3. AYURVEDA Indian herbal medicine 
I have been trying chinese medicine and acupuncture, which is alright - its good for relaxation. But I am curious to know if others have looked into traditional indian medicine - AYURVEDA. I have been trying to research into its psychiatric/mood applications with no help. I might go see an ayurvedic practitioner when I have the energy and money to do so.
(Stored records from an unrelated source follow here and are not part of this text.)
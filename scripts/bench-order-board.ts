/**
 * Order-board benchmark: fills a scratch database (`hoopwright_bench`, created here on the project's MariaDB and
 * dropped again at the end) with the demo shop plus 50,000 generated orders from 2,000 generated customers, then
 * times the board's typical queries through the same repo functions the API calls. Prints the median and p95 of
 * each. Run with `npm run bench:orders` (it starts the project's MariaDB if it is not running).
 */
import { loadDatabaseConfig } from '../server/src/config.ts';
import { openDatabase, type Db } from '../server/src/db/knex.ts';
import { orderBoardQuery, type OrderBoardQuery } from '../server/src/contracts/studio-orders.ts';
import { listBoardOrders, listDueCandidates } from '../server/src/modules/orders/order-board-repo.ts';
import {
  dropLocalDatabase,
  localDatabaseSettings,
  recreateLocalDatabase,
  startLocalDatabase,
  stopLocalDatabase,
} from './db-lifecycle.ts';
import { localStack } from './stack.ts';

const DATABASE = 'hoopwright_bench';
const ORDER_COUNT = 50_000;
const CUSTOMER_COUNT = 2_000;
const CHUNK = 1_000;
const WARM_UP = 3;
const SAMPLES = 40;
/** The board's "today" in the generated data. */
const TODAY = '2026-12-01';
const DAY_MS = 86_400_000;

/** A small seeded generator (mulberry32), so every run builds the same shop. */
function random(seed: number): () => number {
  let state = seed;
  return () => {
    state = (state + 0x6d2b79f5) | 0;
    let t = Math.imul(state ^ (state >>> 15), 1 | state);
    t = (t + Math.imul(t ^ (t >>> 7), 61 | t)) ^ t;
    return ((t ^ (t >>> 14)) >>> 0) / 4_294_967_296;
  };
}

// Invented surnames from sewing words, with common first names: no real person is meant.
const firstNames = [
  'Ada',
  'Ben',
  'Cora',
  'Dev',
  'Elsa',
  'Finn',
  'Gita',
  'Hugo',
  'Iris',
  'Jon',
  'Kira',
  'Leo',
  'Mina',
  'Nils',
  'Opal',
  'Pia',
  'Quin',
  'Rosa',
  'Sami',
  'Tess',
];
const surnames = [
  'Bobbinford',
  'Threadwell',
  'Hemsworthy',
  'Pleatley',
  'Smockton',
  'Seamsby',
  'Lacewing',
  'Quilterby',
  'Darnell',
  'Basting',
  'Tuckaway',
  'Gussetti',
  'Hoopley',
  'Spoolman',
  'Selvedge',
  'Ricrack',
  'Pinfold',
  'Thimbleby',
  'Yokefield',
  'Bias',
];
// A studio with 50,000 orders in two years ships about 70 a day, so a few hundred are in the making at any time.
const statuses = [
  ['shipped', 0.855],
  ['cancelled', 0.07],
  ['refunded', 0.02],
  ['awaiting_payment', 0.025],
  ['authorized', 0.006],
  ['proof_sent', 0.006],
  ['changes_requested', 0.002],
  ['proof_approved', 0.002],
  ['in_production', 0.01],
  ['stitched', 0.004],
] as const;

async function fill(db: Db): Promise<void> {
  const next = random(20261201);
  const pick = <T>(items: readonly T[]) => items[Math.floor(next() * items.length)]!;
  const [{ maxUser }] = await db('users').max({ maxUser: 'id' });
  const customers = Array.from({ length: CUSTOMER_COUNT }, (_, i) => {
    const name = `${pick(firstNames)} ${pick(surnames)}`;
    return { email: `${name.toLowerCase().replace(' ', '.')}.${i}@bench.test`, name, role: 'customer' };
  });
  for (let i = 0; i < customers.length; i += CHUNK) await db('users').insert(customers.slice(i, i + CHUNK));
  const customerIds = Array.from({ length: CUSTOMER_COUNT }, (_, i) => Number(maxUser) + 1 + i);
  const items = await db('order_items as i')
    .join('orders as o', 'o.id', 'i.order_id')
    .select('o.quote_id', 'i.design_id', 'i.garment_size_id', 'i.description');

  const todayMs = Date.parse(TODAY);
  for (let start = 0; start < ORDER_COUNT; start += CHUNK) {
    const orders = [];
    const lines = [];
    for (let n = start; n < Math.min(start + CHUNK, ORDER_COUNT); n += 1) {
      let roll = next();
      const status = statuses.find(([, share]) => (roll -= share) < 0)?.[0] ?? 'shipped';
      // Two years of history; orders still being made were placed in the last five weeks.
      const isOpen = !['shipped', 'cancelled', 'refunded'].includes(status);
      const placedMs = todayMs - Math.floor(next() * (isOpen ? 35 : 730)) * DAY_MS - Math.floor(next() * DAY_MS);
      const subtotal = 3000 + Math.floor(next() * 20_000);
      const tax = Math.round(subtotal * 0.07);
      const line = pick(items);
      orders.push({
        number: `WB-${20_001 + n}`,
        customer_id: pick(customerIds),
        quote_id: line.quote_id,
        status,
        payment_status:
          status === 'awaiting_payment'
            ? 'none'
            : ['authorized', 'proof_sent', 'changes_requested', 'proof_approved'].includes(status)
              ? 'authorized'
              : status === 'cancelled'
                ? 'voided'
                : status === 'refunded'
                  ? 'refunded'
                  : 'captured',
        subtotal_cents: subtotal,
        tax_cents: tax,
        total_cents: subtotal + tax,
        currency: 'USD',
        needed_by:
          next() < 0.4 ? new Date(placedMs + (10 + Math.floor(next() * 40)) * DAY_MS).toISOString().slice(0, 10) : null,
        ship_to: JSON.stringify({
          name: 'Bench Parent',
          line1: '1 Loom Lane',
          city: 'Benchton',
          region: 'OR',
          postalCode: '97000',
          countryCode: 'US',
        }),
        placed_at: status === 'awaiting_payment' ? null : new Date(placedMs),
        created_at: new Date(placedMs),
      });
      lines.push({
        design_id: line.design_id,
        garment_size_id: line.garment_size_id,
        quantity: 1 + Math.floor(next() * 3),
        unit_price_cents: subtotal,
        total_cents: subtotal,
        description: line.description,
      });
    }
    const [firstId] = await db('orders').insert(orders);
    await db('order_items').insert(lines.map((line, i) => ({ ...line, order_id: firstId! + i })));
  }
  await db.raw('ANALYZE TABLE orders, order_items, users, quotes');
}

function percentile(sorted: number[], p: number): number {
  return sorted[Math.min(sorted.length - 1, Math.ceil((p / 100) * sorted.length) - 1)]!;
}

async function time(label: string, run: () => Promise<unknown>): Promise<void> {
  for (let i = 0; i < WARM_UP; i += 1) await run();
  const samples: number[] = [];
  for (let i = 0; i < SAMPLES; i += 1) {
    const start = performance.now();
    await run();
    samples.push(performance.now() - start);
  }
  samples.sort((a, b) => a - b);
  console.log(
    `${label.padEnd(58)} median ${percentile(samples, 50).toFixed(1).padStart(6)} ms   p95 ${percentile(samples, 95).toFixed(1).padStart(6)} ms`,
  );
}

const settings = { ...localDatabaseSettings(), databases: [DATABASE] };
const { started } = await startLocalDatabase(settings);
recreateLocalDatabase(DATABASE, settings);
const db = openDatabase(loadDatabaseConfig({ ...process.env, ...localStack('test').env, DB_NAME: DATABASE }));
try {
  await db.migrate.latest();
  await db.seed.run();
  const filledAt = performance.now();
  await fill(db);
  const [{ n }] = await db('orders').count({ n: '*' });
  console.log(
    `Filled ${DATABASE} with ${n} orders in ${((performance.now() - filledAt) / 1000).toFixed(1)} s; ${SAMPLES} runs of each query after ${WARM_UP} to warm up:\n`,
  );
  const board = (query: Record<string, string>) => () =>
    listBoardOrders(db, orderBoardQuery.parse(query) as OrderBoardQuery);
  await time('newest first, page 1 of 25', board({}));
  await time('newest first, page 40', board({ page: '40' }));
  await time(
    'needs a proof (authorized + changes requested), due soonest',
    board({ status: 'authorized,changes_requested', sort: 'due', dir: 'asc' }),
  );
  await time(
    'on the machine, by order number',
    board({ status: 'in_production,stitched', sort: 'number', dir: 'asc' }),
  );
  await time(
    'due in the next 14 days, soonest first',
    board({ dueFrom: TODAY, dueTo: '2026-12-14', sort: 'due', dir: 'asc' }),
  );
  await time('largest totals first', board({ sort: 'total', dir: 'desc' }));
  await time('by status', board({ sort: 'status', dir: 'asc' }));
  await time('search: order number prefix "WB-4512"', board({ q: 'WB-4512' }));
  await time('search: a surname word "thimbleby"', board({ q: 'thimbleby' }));
  await time('search: e-mail start "rosa.pleat"', board({ q: 'rosa.pleat' }));
  await time('calendar: open orders due in the next 6 weeks', () =>
    listDueCandidates(db, { from: TODAY, to: '2027-01-11' }, TODAY),
  );
} finally {
  await db.destroy();
  dropLocalDatabase(DATABASE, settings);
  if (started) await stopLocalDatabase(settings);
}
That is all I could come up with and think off. Feel free to add your own idea, no matter how obscure wild and silly.


----------



## Guest (Jan 21, 2010)

solaris3618 said:


> HELLO!!
> 
> I made this thread as a brainstorming session, to offer strategies that we might be able to use. They can be realistic and maybe even far fetched.
> 
> ...


That's an awesome idea with the brain programming thing. I will have to try that. Another thing that I seriously considered is electro shock therapy. They do this thing where they put you under anastetics and hook proves up to your head. They send a current of electricity, through each hemosphere of the brain. It takes like 10 seconds to do. You do run the risk of memory loss but it is used for patients who have not responded at all to treatment for various mental and mood disorders. I wonder if it would be beneficial in dp, as it just resets the brain. Maybe it would bring it back to the beginning and it would automatically come out of dp?


----------



## S O L A R I S (Dec 24, 2009)

I am going to try the brain programming idea today and all weekend. Yay! I am excited lol.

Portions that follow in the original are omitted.